WHAT TO DO: Down to the last line, reproduce the records exactly.

==== MATERIAL FOR THE TASK ====

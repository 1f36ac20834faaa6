import { afterAll, beforeAll, describe, expect, it } from 'vitest';
import type { AppInstance } from '../../server/app';
import { buildUser, GOOD_PASSWORD, uniqueEmail } from '../support/factories';
import { linkIn, messagesTo, waitForMail } from '../support/inbox';
import { browserLikeAgent, startTestApp, useToken } from '../support/test-app';

let app: AppInstance;
beforeAll(async () => {
  app = await startTestApp();
});
afterAll(() => app.close());

const NEW_PASSWORD = 'level-deck-above-hidden-sidings';

describe('password reset', () => {
  it('answers alike for a known and an unknown address, e-mailing only the known one', async () => {
    const user = await buildUser(app.ctx.dataSource);
    const stranger = uniqueEmail();
    const agent = await browserLikeAgent(app);

    const known = await agent.post('/api/auth/password-reset/request').send({ email: user.email });
    const unknown = await agent.post('/api/auth/password-reset/request').send({ email: stranger });

    expect(known.status).toBe(202);
    expect(unknown.body).toEqual(known.body);
    await waitForMail(user.email, 'Reset your Benchwright password');
    expect(await messagesTo(stranger)).toHaveLength(0);
  });

  it('sets the new password once, ends existing sessions, and refuses the link a second time', async () => {
    const user = await buildUser(app.ctx.dataSource);
    const signedIn = await browserLikeAgent(app);
    useToken(
      signedIn,
      (await signedIn.post('/api/auth/sign-in').send({ email: user.email, password: GOOD_PASSWORD }).expect(200)).body,
    );
    const agent = await browserLikeAgent(app);
    await agent.post('/api/auth/password-reset/request').send({ email: user.email }).expect(202);
    const token = linkIn(await waitForMail(user.email, 'Reset your'), '/reset-password').searchParams.get('token');

    await agent.post('/api/auth/password-reset/confirm').send({ token, password: NEW_PASSWORD }).expect(200);

    await signedIn.get('/api/account').expect(401);
    await agent.post('/api/auth/sign-in').send({ email: user.email, password: GOOD_PASSWORD }).expect(401);
    await agent.post('/api/auth/sign-in').send({ email: user.email, password: NEW_PASSWORD }).expect(200);
    const again = await (
      await browserLikeAgent(app)
    )
      .post('/api/auth/password-reset/confirm')
      .send({ token, password: 'another-fine-password' });
    expect(again.body.error.code).toBe('token_invalid');
    await waitForMail(user.email, 'password was changed');
  });

  it('keeps the link usable when the new password is refused', async () => {
    const user = await buildUser(app.ctx.dataSource);
    const agent = await browserLikeAgent(app);
    await agent.post('/api/auth/password-reset/request').send({ email: user.email }).expect(202);
    const token = linkIn(await waitForMail(user.email, 'Reset your'), '/reset-password').searchParams.get('token');

    const weak = await agent.post('/api/auth/password-reset/confirm').send({ token, password: 'password1234' });

    expect(weak.status).toBe(422);
    expect(weak.body.error.fields.password).toBeDefined();
    await agent.post('/api/auth/password-reset/confirm').send({ token, password: NEW_PASSWORD }).expect(200);
  });

  it('limits reset e-mails for one address to three an hour', async () => {
    const user = await buildUser(app.ctx.dataSource);
    const agent = await browserLikeAgent(app);
    for (let i = 0; i < 3; i += 1)
      await agent.post('/api/auth/password-reset/request').send({ email: user.email }).expect(202);

    const fourth = await agent.post('/api/auth/password-reset/request').send({ email: user.email });

    expect(fourth.status).toBe(429);
    expect(fourth.body.error.code).toBe('rate_limited');
  });
});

====

REPLY:
repository 1f36ac20834faaa6
import { afterAll, beforeAll, describe, expect, it } from 'vitest';
import type { AppInstance } from '../../server/app';
import { buildUser, GOOD_PASSWORD, uniqueEmail } from '../support/factories';
import { linkIn, messagesTo, waitForMail } from '../support/inbox';
import { browserLikeAgent, startTestApp, useToken } from '../support/test-app';

let app: AppInstance;
beforeAll(async () => {
  app = await startTestApp();
});
afterAll(() => app.close());

const NEW_PASSWORD = 'level-deck-above-hidden-sidings';

describe('password reset', () => {
  it('answers alike for a known and an unknown address, e-mailing only the known one', async () => {
    const user = await buildUser(app.ctx.dataSource);
    const stranger = uniqueEmail();
    const agent = await browserLikeAgent(app);

    const known = await agent.post('/api/auth/password-reset/request').send({ email: user.email });
    const unknown = await agent.post('/api/auth/password-reset/request').send({ email: stranger });

    expect(known.status).toBe(202);
    expect(unknown.body).toEqual(known.body);
    await waitForMail(user.email, 'Reset your Benchwright password');
    expect(await messagesTo(stranger)).toHaveLength(0);
  });

  it('sets the new password once, ends existing sessions, and refuses the link a second time', async () => {
    const user = await buildUser(app.ctx.dataSource);
    const signedIn = await browserLikeAgent(app);
    useToken(
      signedIn,
      (await signedIn.post('/api/auth/sign-in').send({ email: user.email, password: GOOD_PASSWORD }).expect(200)).body,
    );
    const agent = await browserLikeAgent(app);
    await agent.post('/api/auth/password-reset/request').send({ email: user.email }).expect(202);
    const token = linkIn(await waitForMail(user.email, 'Reset your'), '/reset-password').searchParams.get('token');

    await agent.post('/api/auth/password-reset/confirm').send({ token, password: NEW_PASSWORD }).expect(200);

    await signedIn.get('/api/account').expect(401);
    await agent.post('/api/auth/sign-in').send({ email: user.email, password: GOOD_PASSWORD }).expect(401);
    await agent.post('/api/auth/sign-in').send({ email: user.email, password: NEW_PASSWORD }).expect(200);
    const again = await (
      await browserLikeAgent(app)
    )
      .post('/api/auth/password-reset/confirm')
      .send({ token, password: 'another-fine-password' });
    expect(again.body.error.code).toBe('token_invalid');
    await waitForMail(user.email, 'password was changed');
  });

  it('keeps the link usable when the new password is refused', async () => {
    const user = await buildUser(app.ctx.dataSource);
    const agent = await browserLikeAgent(app);
    await agent.post('/api/auth/password-reset/request').send({ email: user.email }).expect(202);
    const token = linkIn(await waitForMail(user.email, 'Reset your'), '/reset-password').searchParams.get('token');

    const weak = await agent.post('/api/auth/password-reset/confirm').send({ token, password: 'password1234' });

    expect(weak.status).toBe(422);
    expect(weak.body.error.fields.password).toBeDefined();
    await agent.post('/api/auth/password-reset/confirm').send({ token, password: NEW_PASSWORD }).expect(200);
  });

  it('limits reset e-mails for one address to three an hour', async () => {
    const user = await buildUser(app.ctx.dataSource);
    const agent = await browserLikeAgent(app);
    for (let i = 0; i < 3; i += 1)
      await agent.post('/api/auth/password-reset/request').send({ email: user.email }).expect(202);

    const fourth = await agent.post('/api/auth/password-reset/request').send({ email: user.email });

    expect(fourth.status).toBe(429);
    expect(fourth.body.error.code).toBe('rate_limited');
  });
});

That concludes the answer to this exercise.